Opening a Witch Bottle
"Uncanny Archaeology"
by Samir S. Patel

Around the time of the Salem witch trials in Massachusetts, belief in witchcraft also persisted in England and continental Europe. Witch bottles--small containers filled with personal items, sealed, and buried--are one way witchcraft appears in the archaeological record. The belief was that the buried bottle absorbed a spell, tormenting the witch that cast it. When they are found today, they are almost always broken or empty, but in Greenwich in 2004, workers found a rare, unopened example, a stoneware bellarmine jar. They heard rattling and splashing inside, so the bottle found its way to retired chemist Alan Massey, an old hand at examining witch bottles. It was an unusual opportunity to bring all the tools of modern science (laboratory science and high-tech elemental analysis--our own witchery!) to the study of 17th-century witchcraft.

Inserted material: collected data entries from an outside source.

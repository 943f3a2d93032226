import type { Capture } from '@/lib/api-schema';
import type { ServedBody } from '../../api/record-queries';

/** What a chart says that it is from. */
export type BodySubject = Pick<Capture, 'fileName' | 'unit' | 'condition' | 'rig'> & {
  /** In the archive; a take that isn't there yet has none. */
  readonly number: number | null;
};

/** What a measure's charts are drawn from: a record, or one part of a programme's. */
export interface BodyView {
  readonly capture: BodySubject;
  /** Of the record; without an id it isn't stored. */
  readonly detail: { readonly id: string | null; readonly createdAt: string };
  readonly body: ServedBody;
  /** 1, 2, 3 ... in a programme; null for a record of one measure. */
  readonly segment: number | null;
}
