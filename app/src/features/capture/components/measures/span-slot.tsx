import { SlotSelect } from '@/components/sentence/slot';
import { RESPONSE_SPANS } from '../../model/response-model';
import type { ResponseSpan } from '../../model/response-model';

const OPTIONS = RESPONSE_SPANS.map((span) => ({
  value: span,
  label: span === 'full' ? 'all it covers' : `\u00b1${span}\u00a0dB`,
}));

interface SpanSlotProps {
  value: ResponseSpan;
  onChange: (span: ResponseSpan) => void;
}

/** How much of a response is drawn either side of zero. */
export function SpanSlot({ value, onChange }: SpanSlotProps) {
  return <SlotSelect label="Within" value={value} options={OPTIONS} onChange={onChange} />;
}
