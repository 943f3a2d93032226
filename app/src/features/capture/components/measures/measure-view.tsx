import type { MeasureId } from '@benchlark/dsp';
import type { ComponentType } from 'react';
import { PAIR_STEP_TRACES } from '../../model/pair-steps-model';
import { hasTrace } from '../../model/read-trace';
import type { BodyView } from './body-view';
import { FilterView } from './filter-view';
import { IntersampleView } from './intersample-view';
import { JitterView } from './jitter-view';
import { LevelStepsView } from './level-steps-view';
import { LoudnessView } from './loudness-view';
import { MultitoneView } from './multitone-view';
import { ResidualView } from './residual-view';
import { SeparationView } from './separation-view';
import { SpectrumView } from './spectrum-view';
import { SweepView } from './sweep-view';
import { TwoToneStepsView } from './two-tone-steps-view';
import { TwoToneView } from './two-tone-view';

type View = ComponentType<{ view: BodyView }>;

/** The charts of a measure, chosen by the question they answer, and the traces without which there is nothing to draw. */
const VIEWS: Partial<Record<MeasureId, { traces: readonly string[]; View: View }>> = {
  'level-steps': { traces: ['deviation'], View: LevelStepsView },
  'two-tone': { traces: ['spectrum'], View: TwoToneView },
  'two-tone-steps': { traces: PAIR_STEP_TRACES, View: TwoToneStepsView },
  sweep: { traces: ['response'], View: SweepView },
  multitone: { traces: ['response'], View: MultitoneView },
  separation: { traces: ['balance'], View: SeparationView },
  jitter: { traces: ['closeIn'], View: JitterView },
  intersample: { traces: ['spectrum'], View: IntersampleView },
  filter: { traces: ['response'], View: FilterView },
  loudness: { traces: ['shortTerm'], View: LoudnessView },
};

/** Charts of a body, whatever was measured; one without traces of its own has none. */
export function MeasureView({ view }: { view: BodyView }) {
  const known = VIEWS[view.body.measure];
  if (known && known.traces.some((name) => hasTrace(view.body, name))) return <known.View view={view} />;
  return (
    <>
      {hasTrace(view.body, 'spectrum') && <SpectrumView view={view} />}
      {hasTrace(view.body, 'residual') && <ResidualView view={view} />}
    </>
  );
}
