//! Components: functions that return markup; none decides anything.

mod button;
mod caution;
mod chart;
mod field;
mod form;
mod list;
mod menu;
mod plate;
mod shell;
mod strip;
mod svg;
mod verdict;

pub use button::{button, button_named, link_button, main_button, main_link};
pub use caution::{caution, notice, saved};
pub use chart::charts_at;
pub use field::{FieldInput, InputKind, date_kind, earlier_values, field, input_id, state_line, who_when};
pub use form::{form, kept_form, live_form, seal};
pub use list::{empty, facts, pager, search_box};
pub use plate::{Plate, plate, small_plate};
pub use shell::Page;
pub use strip::{StripCell, strip};
pub use svg::drawn;
pub use verdict::{check_title, counts, verdict_mark, verdict_panel, verdict_panels, verdict_panels_to_review};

X-rays revealed pins and nails stuck in the jar's neck (it had been buried upside-down), and a CT scan showed that it was about half-filled with liquid. Using a long needle, scientists penetrated the cork and extracted some of the brew inside. Using proton nuclear magnetic resonance and gas chromatography/mass spectrometry, they determined the contents: urine. The bodily fluid was spiked with a metabolite of nicotine, indicating a smoker, and sulfur, the hellish brimstone of the Book of Revelation. After removing the cork, and taking in what was likely a rather unpleasant smell, Massey inventoried the contents: 12 iron nails (one of which was driven through a leather heart), 8 brass pins, clumps of hair, 10 manicured fingernail clippings, and a little clot of what looked like bellybutton lint. Textual sources confirm that these were not unusual items. According to British Archaeology, where the find was first reported, a court record from 1682 documents the recommendation of an apothecary: "take a quart of your Wive's urine, the paring of her Nails, some of her Hair, and such like, and boyl them well in a Pipkin." Apparently, sometimes when you have attracted the attention of a witch, you have to get your hands dirty and resort to a little of the craft yourself.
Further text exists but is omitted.